How GreenBoost Uses NVMe as Virtual VRAM
GreenBoost operates at the kernel level, intercepting and redirecting VRAM allocation requests from CUDA applications. When a model exceeds physical VRAM, it automatically offloads less frequently accessed tensors to system RAM or high-speed NVMe SSDs, then transparently swaps them back into GPU memory as needed. This memory paging mechanism works invisibly to the application, making legacy inference code compatible with models 2x to 5x larger than before.
Performance Benchmarks for LLMs
Early benchmarks from independent testers show only a 10–18% performance penalty compared to native VRAM execution, even when running Llama 3 70B or Mistral 7B on a single RTX 3060 with 12GB VRAM. With NVMe caching enabled, inference latency remains under 250ms per token—making real-time AI deployment feasible on budget hardware.

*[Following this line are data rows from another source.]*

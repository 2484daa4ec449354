/**
 * Photo pipeline benchmark (a plain script, run with tsx; `npm run bench` runs it through run.ts).
 * A synthetic 12-megapixel JPEG (4000 × 3000, EXIF orientation 6) goes through our processPhoto
 * beside a bare sharp pipeline of the same steps without our checks (decode upright at display
 * size, then WebP for the display and thumb variants). Prints the median of several runs after a
 * warm-up and the ratio, against a target of 1.3×; never asserts. The picture carries gaussian
 * noise so the JPEG is the size of a real photo (a flat colour would decode unrealistically fast).
 */
import { performance } from 'node:perf_hooks'
import sharp from 'sharp'
import { DISPLAY_PX, THUMB_PX, processPhoto } from '../../server/utils/photo-image'
import { record } from './lib/results'

const RUNS = 7
const TARGET_RATIO = 1.3
const limits = { maxBytes: 15 * 1024 * 1024, maxPixels: 50_000_000 }

async function bare(input: Buffer) {
  const { data, info } = await sharp(input).rotate()
    .resize({ width: DISPLAY_PX, height: DISPLAY_PX, fit: 'inside' }).raw().toBuffer({ resolveWithObject: true })
  const raw = { raw: { width: info.width, height: info.height, channels: info.channels } }
  return Promise.all([sharp(data, raw).webp({ quality: 82 }).toBuffer(), sharp(data, raw).resize({ width: THUMB_PX, height: THUMB_PX, fit: 'inside' }).webp({ quality: 75 }).toBuffer()])
}

/** A noisy 4000 × 3000 JPEG with orientation 6, roughly the weight of a phone photo. */
function photo() {
  return sharp({ create: { width: 4000, height: 3000, channels: 3, background: '#d9cdb8', noise: { type: 'gaussian', mean: 128, sigma: 30 } } })
    .jpeg({ quality: 85 }).withMetadata({ orientation: 6 }).toBuffer()
}

async function median(fn: () => Promise<unknown>) {
  await fn()
  const times: number[] = []
  for (let i = 0; i < RUNS; i++) {
    const t0 = performance.now()
    await fn()
    times.push(performance.now() - t0)
  }
  times.sort((a, b) => a - b)
  return times[Math.floor(times.length / 2)]!
}

const input = await photo()
console.log(`input: 4000 × 3000 JPEG, ${(input.length / 1024).toFixed(0)} kB; sharp ${sharp.versions.sharp}, libvips ${sharp.versions.vips}, ${RUNS} runs after a warm-up`)
const ours = await median(() => processPhoto(input, limits))
const plain = await median(() => bare(input))
console.log(`processPhoto (ours):   median ${ours.toFixed(0)} ms`)
console.log(`bare sharp, same steps: median ${plain.toFixed(0)} ms`)
console.log(`ratio ${(ours / plain).toFixed(2)}× (target within ${TARGET_RATIO}×)`)
record({ name: 'photo pipeline, 12 MP JPEG vs bare sharp', value: `${(ours / plain).toFixed(2)}×`, target: `≤ ${TARGET_RATIO}×`, met: ours / plain <= TARGET_RATIO, note: `ours ${ours.toFixed(0)} ms, bare ${plain.toFixed(0)} ms` })
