// Validates the configuration at boot, so a bad setting stops the server with a clear
// message instead of failing on the first request.
// A port already taken (another Setline, or anything else on PORT) ends the process too. Node
// reports a failed listen as an 'error' event on the server (Node.js docs, net, server.listen():
// "EADDRINUSE"), which Nitro's node-server entry does not listen for, so it reaches Nitro's
// trap for uncaught exceptions, which only logs: the process then ran on, its background work
// and mail fake started, serving nobody.
// While this listener is the only one (from this plugin until Nitro installs its trap), an
// error is a failed start, and it ends the process as Node would without a listener: a listener
// that returned would keep a half-started server running with exit code 0.
function exitOnFailedStart(err: NodeJS.ErrnoException) {
  if (err?.syscall === 'listen') {
    console.error(`Setline could not listen: ${err.message}. Is another server already using this port? Set PORT to a free one.`)
    process.exit(1)
  }
  if (process.listenerCount('uncaughtException') === 1) {
    console.error(err)
    process.exit(1)
  }
}

export default defineNitroPlugin(() => {
  process.on('uncaughtException', exitOnFailedStart)
  const env = appEnv()
  const fakeProblem = mailFakeProblem(env)
  if (fakeProblem) throw new Error(fakeProblem)
  const relayProblem = mailRelayProblem(env)
  if (relayProblem) throw new Error(relayProblem)
  if (process.env.NODE_ENV === 'production' && (process.env.NUXT_SESSION_PASSWORD ?? '').length < 32) {
    throw new Error('NUXT_SESSION_PASSWORD must be set to at least 32 characters (npm start generates one into .data/)')
  }
})
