/**
 * Runs every benchmark script in tests/bench (each a plain tsx script that prints its figures),
 * one after another so they do not compete for the machine's cores. Exits non-zero only when a
 * script crashes; timings are printed, never asserted.
 */
import { spawnSync } from 'node:child_process'
import { readdirSync } from 'node:fs'
import { fileURLToPath } from 'node:url'
import { dirname, join } from 'node:path'

const here = dirname(fileURLToPath(import.meta.url))
const scripts = readdirSync(here).filter(f => f.endsWith('.ts') && f !== 'run.ts').sort()
let failed = 0
for (const script of scripts) {
  console.log(`\n== ${script}`)
  const run = spawnSync(process.execPath, ['--import', 'tsx', join(here, script)], { stdio: 'inherit' })
  if (run.status !== 0) {
    failed++
    console.error(`${script} exited with ${run.status ?? run.signal}`)
  }
}
process.exitCode = failed ? 1 : 0
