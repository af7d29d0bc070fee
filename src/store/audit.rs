//! Append-only audit trail, written inside the transaction of the change it
//! records, so a change and its trail commit or vanish together.

use chrono::{DateTime, Utc};
use serde::Serialize;
use serde_json::Value;
use tracing::instrument;
use utoipa::ToSchema;
use uuid::Uuid;

use super::{Tx, now_text};

/// Who made a change: the token's id (none for the command line).
#[derive(Debug, Clone, Copy)]
pub struct Actor {
    pub token_id: Option<Uuid>,
}

#[derive(Debug, Clone, Copy, Serialize, ToSchema)]
#[serde(rename_all = "snake_case")]
pub enum Action {
    Create,
    Update,
    Delete,
    Import,
    Revoke,
}

pub struct Entry<'a> {
    pub team_id: Option<Uuid>,
    pub action: Action,
    pub entity_type: &'a str,
    pub entity_id: String,
    pub before: Option<Value>,
    pub after: Option<Value>,
}

#[instrument(skip_all, fields(entity = entry.entity_type))]
pub async fn record(tx: &mut Tx, actor: Actor, entry: Entry<'_>) -> Result<(), sqlx::Error> {
    let now = now_text();
    let token_id = actor.token_id.map(|t| t.to_string());
    let team_id = entry.team_id.map(|t| t.to_string());
    let action = crate::domain::label_of(&entry.action);
    let before = entry.before.map(|v| v.to_string());
    let after = entry.after.map(|v| v.to_string());
    sqlx::query!(
        "INSERT INTO audit_log (occurred_at, token_id, team_id, action, entity_type, entity_id, before_json, after_json)
         VALUES (?, ?, ?, ?, ?, ?, ?, ?)",
        now,
        token_id,
        team_id,
        action,
        entry.entity_type,
        entry.entity_id,
        before,
        after
    )
    .execute(&mut **tx)
    .await?;
    Ok(())
}

/// One recorded change.
#[derive(Debug, Clone, Serialize, ToSchema)]
pub struct AuditEntry {
    pub seq: i64,
    pub occurred_at: DateTime<Utc>,
    /// The token that made the change; absent for the command line.
    pub token_id: Option<Uuid>,
    pub team_id: Option<Uuid>,
    pub action: String,
    pub entity_type: String,
    pub entity_id: String,
    #[schema(value_type = Option<Object>)]
    pub before: Option<Value>,
    #[schema(value_type = Option<Object>)]
    pub after: Option<Value>,
}

struct AuditRow {
    seq: i64,
    occurred_at: String,
    token_id: Option<String>,
    team_id: Option<String>,
    action: String,
    entity_type: String,
    entity_id: String,
    before_json: Option<String>,
    after_json: Option<String>,
}

impl AuditRow {
    fn into_entry(self) -> Result<AuditEntry, sqlx::Error> {
        Ok(AuditEntry {
            seq: self.seq,
            occurred_at: super::parse_instant(&self.occurred_at)?,
            token_id: self.token_id.as_deref().map(super::uuid).transpose()?,
            team_id: self.team_id.as_deref().map(super::uuid).transpose()?,
            action: self.action,
            entity_type: self.entity_type,
            entity_id: self.entity_id,
            before: self
                .before_json
                .as_deref()
                .map(super::from_json)
                .transpose()?,
            after: self
                .after_json
                .as_deref()
                .map(super::from_json)
                .transpose()?,
        })
    }
}

/// Entries after `after_seq`, oldest first; `team` limits to one team.
#[instrument(skip_all)]
pub async fn list(
    pool: &sqlx::SqlitePool,
    team: Option<Uuid>,
    after_seq: i64,
    limit: u32,
) -> Result<Vec<AuditEntry>, sqlx::Error> {
    let team = team.map(|t| t.to_string());
    let limit = i64::from(limit);
    sqlx::query_as!(
        AuditRow,
        r#"SELECT seq as "seq!", occurred_at, token_id, team_id, action, entity_type, entity_id, before_json, after_json
           FROM audit_log
           WHERE seq > ? AND (? IS NULL OR team_id = ?)
           ORDER BY seq LIMIT ?"#,
        after_seq,
        team,
        team,
        limit
    )
    .fetch_all(pool)
    .await?
    .into_iter()
    .map(AuditRow::into_entry)
    .collect()
}

/// Entity types whose changes never change a plan: access credentials.
/// Creating a token or a calendar-feed link must not throw away every
/// client's cached plan.
pub const NOT_PLAN_INPUTS: [&str; 2] = ["token", "calendar_feed"];
/// [`team_version`] through the read memo: no database round trip while
/// nothing was written since it was last read.
pub async fn team_version_memo(db: &super::Db, team: Uuid) -> Result<i64, sqlx::Error> {
    if let Some(version) = db.memo.version(team) {
        return Ok(version);
    }
    let ticket = db.memo.ticket();
    let version = team_version(&db.read, team).await?;
    db.memo.put_version(ticket, team, version);
    Ok(version)
}

/// The team's input version: the sequence number of its latest recorded
/// change to an input of its plan. Every write that can change a plan
/// records an entry with the team id, so a plan's ETag can be derived
/// without computing the plan.
#[instrument(skip_all)]
pub async fn team_version(pool: &sqlx::SqlitePool, team: Uuid) -> Result<i64, sqlx::Error> {
    let team = team.to_string();
    // Keep this list equal to NOT_PLAN_INPUTS (a unit test checks it).
    let seq = sqlx::query_scalar!(
        r#"SELECT COALESCE(MAX(seq), 0) as "seq!: i64" FROM audit_log
           WHERE team_id = ? AND entity_type NOT IN ('token', 'calendar_feed')"#,
        team
    )
    .fetch_one(pool)
    .await?;
    Ok(seq)
}

/// One change in a team's changes feed (what changed, never the values).
#[derive(Debug, Clone, Serialize, ToSchema)]
pub struct Change {
    /// Pass the last `seq` you processed as `since` to get what came after.
    pub seq: i64,
    pub occurred_at: DateTime<Utc>,
    pub action: String,
    pub entity_type: String,
    pub entity_id: String,
}

/// Changes of a team after `since`, oldest first.
#[instrument(skip_all)]
pub async fn changes(
    pool: &sqlx::SqlitePool,
    team: Uuid,
    since: i64,
    limit: u32,
) -> Result<Vec<Change>, sqlx::Error> {
    let team = team.to_string();
    let limit = i64::from(limit);
    let rows = sqlx::query!(
        r#"SELECT seq as "seq!", occurred_at, action, entity_type, entity_id
           FROM audit_log WHERE team_id = ? AND seq > ? ORDER BY seq LIMIT ?"#,
        team,
        since,
        limit
    )
    .fetch_all(pool)
    .await?;
    rows.into_iter()
        .map(|r| {
            Ok(Change {
                seq: r.seq,
                occurred_at: super::parse_instant(&r.occurred_at)?,
                action: r.action,
                entity_type: r.entity_type,
                entity_id: r.entity_id,
            })
        })
        .collect()
}

/// Audit entries about one athlete (the same entries erasure blanks).
#[instrument(skip_all)]
pub async fn about(
    pool: &sqlx::SqlitePool,
    athlete_id: &str,
) -> Result<Vec<AuditEntry>, sqlx::Error> {
    sqlx::query_as!(
        AuditRow,
        r#"SELECT seq as "seq!", occurred_at, token_id, team_id, action, entity_type, entity_id, before_json, after_json
           FROM audit_log
           WHERE entity_id = ?1 OR entity_id LIKE ?1 || '/%' OR entity_id LIKE '%/' || ?1
              OR json_extract(before_json, '$.athlete_id') = ?1 OR json_extract(after_json, '$.athlete_id') = ?1
           ORDER BY seq"#,
        athlete_id
    )
    .fetch_all(pool)
    .await?
    .into_iter()
    .map(AuditRow::into_entry)
    .collect()
}

#[cfg(test)]
mod tests {
    #[test]
    fn the_version_query_skips_exactly_the_non_plan_inputs() {
        let source = include_str!("audit.rs");
        let listed = super::NOT_PLAN_INPUTS
            .iter()
            .map(|t| format!("'{t}'"))
            .collect::<Vec<_>>()
            .join(", ");
        assert!(source.contains(&format!("NOT IN ({listed})")));
    }
}
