/// A pin form that comes back to the page: the values typed and what the
/// service said about them.
pub struct PinForm {
    pub date: NaiveDate,
    pub values: HashMap<String, String>,
    pub notice: String,
    pub errors: Vec<view::FieldError>,
}

pub async fn page(
    State(board): State<Board>,
    user: SignedIn,
    Path(athlete_id): Path<String>,
    RawQuery(q): RawQuery,
) -> Response {
    let athlete_id = match path_id(&athlete_id, "athlete", &user) {
        Ok(id) => id,
        Err(r) => return r,
    };
    let pairs = query_pairs(q.as_deref());
    render_page(
        &board,
        &user,
        athlete_id,
        &span_query(&pairs),
        None,
        StatusCode::OK,
    )
    .await
}

async fn render_page(
    board: &Board,
    user: &SignedIn,
    athlete_id: Uuid,
    span: &str,
    form: Option<PinForm>,
    status: StatusCode,
) -> Response {
    let (athlete, plan) = tokio::join!(
        board
            .api
            .get::<view::Athlete>(user.caller, &format!("/v1/athletes/{athlete_id}")),
        board.api.get::<view::AthletePlan>(
            user.caller,
            &format!("/v1/athletes/{athlete_id}/plan?include_glycogen_series=true&{span}")
        )
    );
    let athlete = match athlete {
        Ok((a, _)) => a,
        Err(f) => return fail(Some(user), f),
    };
    let plan = match plan {
        Ok((p, _)) => Some(p),
        // Archived athletes are not planned (409): the page still shows them.
        Err(ApiFailure::Refused(StatusCode::CONFLICT, _)) => None,
        Err(f) => return fail(Some(user), f),
    };
    let week_plan = plan.as_ref().and_then(|p| p.plan.as_ref());
    let span_dates = week_plan.map(|p| (p.from, p.to));
    let (team, pins) = tokio::join!(
        board
            .api
            .get::<view::Team>(user.caller, &format!("/v1/teams/{}", athlete.team_id)),
        async {
            match span_dates {
                Some((from, to)) => {
                    super::all_pages::<view::Pin>(
                        &board.api,
                        user,
                        format!("/v1/athletes/{athlete_id}/pins?from={from}&to={to}"),
                    )
                    .await
                }
                None => Ok(Vec::new()),
            }
        }
    );
    let (team, pins) = match (team, pins) {
        (Ok((t, _)), Ok(p)) => (t, p),
        (Err(f), _) | (_, Err(f)) => return fail(Some(user), f),
    };
    let week = span_dates.map_or_else(String::new, |(from, _)| view::iso_week(from));
    let body = render(
        user,
        &team,
        &athlete,
        plan.as_ref(),
        &pins,
        &week,
        form.as_ref(),
    );
    html::respond(
        status,
        html::page(
            &format!("{} · week {week}", athlete.display_name),
            Some(&user.viewer()),
            &team_nav(athlete.team_id, &week, ""),
            &body,
        ),
    )
}

fn render(
    user: &SignedIn,
    team: &view::Team,
    athlete: &view::Athlete,
    plan: Option<&view::AthletePlan>,
    pins: &[view::Pin],
    week: &str,
    form: Option<&PinForm>,
) -> String {
    let mut out = String::with_capacity(128 * 1024);
    let week_plan = plan.and_then(|p| p.plan.as_ref());
    let _ = write!(
        out,
        r#"<p class="crumbs"><a href="/board/teams/{}?week={}">{}</a> › athlete</p><h1>{} <span class="muted">week {}</span></h1><p class="meta">{}{} · times local to {}</p>"#,
        team.id,
        enc(week),
        esc(&team.name),
        esc(&athlete.display_name),
        esc(week),
        athlete
            .position_group
            .as_deref()
            .map(|p| format!("{} · ", esc(p)))
            .unwrap_or_default(),
        athlete
            .latest_body_mass
            .as_ref()
            .map(|b| format!("{} kg on {}", num(b.body_mass_kg, 1), b.measured_on))
            .unwrap_or_else(|| "no body-mass reading".into()),
        esc(&team.time_zone)
    );
    if let Some(p) = week_plan {
        let prev = view::iso_week(p.from - Days::new(7));
        let next = view::iso_week(p.from + Days::new(7));
        let _ = write!(
            out,
            r#"<nav aria-label="Weeks" class="weeks"><a href="?week={prev}">← {prev}</a><a href="?week={next}">{next} →</a></nav>"#
        );
    }
    // Cautions first: they decide how every number below may be used.
    let cautions = view::athlete_cautions(athlete, week_plan);
    out.push_str(r#"<aside class="cautions athlete" aria-label="Cautions for this athlete"><h2>Cautions</h2>"#);
    if cautions.is_empty() {
        out.push_str("<p>No athlete-specific cautions this week.</p>");
    } else {
        out.push_str("<ul>");
        for c in &cautions {
            let _ = write!(
                out,
                r#"<li class="caution"><strong>{}.</strong> {}</li>"#,
                esc(&c.heading),
                esc(&c.text)
            );
        }
        out.push_str("</ul>");
    }
    out.push_str("<p>All targets are estimates. Apply them with a registered (sports) dietitian, and defer to a physician and to local rules and regulations.</p>");
    if let Some(notes) = athlete.dietary_notes.as_deref().filter(|n| !n.is_empty()) {
        let _ = write!(
            out,
            r#"<p><strong>Dietary notes:</strong> {}</p>"#,
            esc(notes)
        );
    }
    out.push_str("</aside>");
    let Some(plan) = plan else {
        out.push_str(r#"<div class="notice"><p>This athlete is archived and is not planned. Set their status to active to plan them.</p></div>"#);
        return out;
    };
    let Some(wp) = plan.plan.as_ref() else {
        let _ = write!(
            out,
            r#"<div class="notice" role="alert"><p>No plan can be made for this athlete: {}</p></div>"#,
            esc(&plan.problems.join("; "))
        );
        return out;
    };
    // The week's glycogen.
    let _ = write!(
        out,
        r#"<section><h2>Estimated muscle glycogen through the week</h2><figure>{}<figcaption>{} Levels: key-session alert {} and near empty {} of normal stores.</figcaption></figure>"#,
        super::chart::glycogen_week(
            wp.from,
            wp.to,
            &wp.glycogen_series,
            &wp.days,
            &wp.thresholds
        ),
        esc(&wp.start_assumption.text),
        pct(wp.thresholds.key_session_min_muscle_fraction),
        pct(wp.thresholds.near_empty_muscle_fraction)
    );
    out.push_str(r#"<table class="list"><caption>Sessions this week (estimates)</caption><thead><tr><th scope="col">#</th><th scope="col">Session</th><th scope="col">Start</th><th scope="col">Minutes</th><th scope="col">Glycogen at start</th><th scope="col">at end</th><th scope="col">Energy, kcal</th><th scope="col">Carbohydrate used, g</th></tr></thead><tbody>"#);
    let mut n = 0;
    for day in &wp.days {
        for s in &day.sessions {
            n += 1;
            let title = match s.session_id {
                Some(id) => format!(r#"<a href="/board/sessions/{id}">{}</a>"#, esc(&s.title)),
                None => esc(&s.title).to_string(),
            };
            let _ = write!(
                out,
                r#"<tr><td>{n}</td><td>{title}{}</td><td>{}</td><td>{}</td><td>{}</td><td>{}</td><td>{}</td><td>{}</td></tr>"#,
                if s.key {
                    r#" <span class="badge">key</span>"#
                } else {
                    ""
                },
                s.start.format("%a %H:%M"),
                num(s.fuel_summary.minutes, 0),
                pct(s.glycogen_at_start.muscle_fraction),
                pct(s.glycogen_at_end.muscle_fraction),
                num(s.fuel_summary.gross_energy_kcal, 0),
                num(s.fuel_summary.carbohydrate_g, 0)
            );
        }
    }
    if n == 0 {
        out.push_str(r#"<tr><td colspan="8">No sessions this week.</td></tr>"#);
    }
    out.push_str("</tbody></table></section>");
    let matches: Vec<NaiveDate> = wp
        .days
        .iter()
        .filter(|d| d.sessions.iter().any(|s| s.kind == "match"))
        .map(|d| d.date)
        .collect();
    for day in &wp.days {
        let pin = pins.iter().find(|p| p.local_date == day.date);
        let this_form = form.filter(|f| f.date == day.date);
        render_day(
            &mut out, user, athlete, wp, day, &matches, pin, week, this_form,
        );
    }
    super::squad::cautions(&mut out, &wp.cautions);
    out
}
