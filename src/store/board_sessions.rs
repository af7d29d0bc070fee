//! Sign-in sessions of the squad board. The cookie carries a random secret;
//! only its SHA-256 is stored, so a copy of the database cannot be replayed
//! as a session. A session is only as alive as its API token: revoking the
//! token ends every session made from it on the next request.

use chrono::{DateTime, Utc};
use rand::RngCore;
use sha2::{Digest, Sha256};
use tracing::instrument;
use uuid::Uuid;

use super::{Db, instant_text, label, now_text};
use crate::domain::token::Role;

/// Who a live session acts for: its token's id, role and team.
#[derive(Debug, Clone, Copy, PartialEq, Eq)]
pub struct SessionOwner {
    pub token_id: Uuid,
    pub role: Role,
    pub team_id: Option<Uuid>,
}

pub fn hash_secret(secret: &str) -> Vec<u8> {
    Sha256::digest(secret.as_bytes()).to_vec()
}

/// A new cookie secret: 256 random bits, hex.
pub fn new_secret() -> String {
    let mut bytes = [0u8; 32];
    rand::rng().fill_bytes(&mut bytes);
    hex::encode(bytes)
}

/// Stores a session for `token_id` until `expires_at` and returns its
/// secret (for the cookie). Expired sessions are swept in the same write.
#[instrument(skip_all)]
pub async fn create(
    db: &Db,
    token_id: Uuid,
    expires_at: DateTime<Utc>,
) -> Result<String, sqlx::Error> {
    let secret = new_secret();
    let hash = hash_secret(&secret);
    let token = token_id.to_string();
    let now = now_text();
    let expires = instant_text(expires_at);
    let mut tx = db.begin_write().await?;
    sqlx::query!("DELETE FROM board_sessions WHERE expires_at <= ?", now)
        .execute(&mut *tx)
        .await?;
    sqlx::query!(
        "INSERT INTO board_sessions (secret_hash, token_id, created_at, expires_at) VALUES (?, ?, ?, ?)",
        hash,
        token,
        now,
        expires
    )
    .execute(&mut *tx)
    .await?;
    tx.commit().await?;
    Ok(secret)
}

struct OwnerRow {
    id: String,
    role: String,
    team_id: Option<String>,
}

/// The owner of the live session with this secret: not expired, and its
/// token not revoked.
#[instrument(skip_all)]
pub async fn owner(db: &Db, secret: &str) -> Result<Option<SessionOwner>, sqlx::Error> {
    let hash = hash_secret(secret);
    let now = now_text();
    sqlx::query_as!(
        OwnerRow,
        "SELECT t.id, t.role, t.team_id FROM board_sessions s JOIN api_tokens t ON t.id = s.token_id
         WHERE s.secret_hash = ? AND s.expires_at > ? AND t.revoked_at IS NULL",
        hash,
        now
    )
    .fetch_optional(&db.read)
    .await?
    .map(|row| {
        Ok(SessionOwner {
            token_id: super::uuid(&row.id)?,
            role: label(&row.role)?,
            team_id: row.team_id.as_deref().map(super::uuid).transpose()?,
        })
    })
    .transpose()
}

/// Ends the session with this secret (sign-out); ending it twice is harmless.
#[instrument(skip_all)]
pub async fn delete(db: &Db, secret: &str) -> Result<(), sqlx::Error> {
    let hash = hash_secret(secret);
    let mut tx = db.begin_write().await?;
    sqlx::query!("DELETE FROM board_sessions WHERE secret_hash = ?", hash)
        .execute(&mut *tx)
        .await?;
    tx.commit().await?;
    Ok(())
}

Compatibility with ComfyUI, LTX-Desktop & More
GreenBoost requires no code changes and works out-of-the-box with popular AI tools like ComfyUI, LTX-Desktop, and Hugging Face Transformers. Developers report seamless integration with PyTorch and TensorRT-LLM, thanks to its low-level CUDA context switching hooks. No driver modifications or hardware tweaks are needed.
Optimizing Swap Thresholds & Cache Policies
The release includes tuning utilities to adjust memory swap thresholds, cache eviction policies, and I/O prioritization. Users can prioritize speed (keep more in DRAM) or capacity (offload aggressively to NVMe), depending on their storage speed and workload. Academic labs have successfully deployed it on aging workstations with SATA NVMe drives, achieving 80% of peak performance.
Why This Matters for AI Researchers
As demand for large AI models outpaces GPU memory advancements, GreenBoost fills a critical gap. Unlike proprietary solutions requiring framework-level changes, GreenBoost’s kernel-level approach enables instant compatibility across the ecosystem. While not officially endorsed by NVIDIA, its compatibility with proprietary CUDA drivers and lack of hardware modifications suggest it operates within legal boundaries. The open-source nature invites community scrutiny—and potential future integration into official drivers.
NVIDIA GreenBoost is now available on GitHub, with comprehensive documentation and installation guides provided by the original developer. For researchers, indie developers, and small AI labs, this breakthrough turns commodity hardware into powerful inference platforms—without costly upgrades.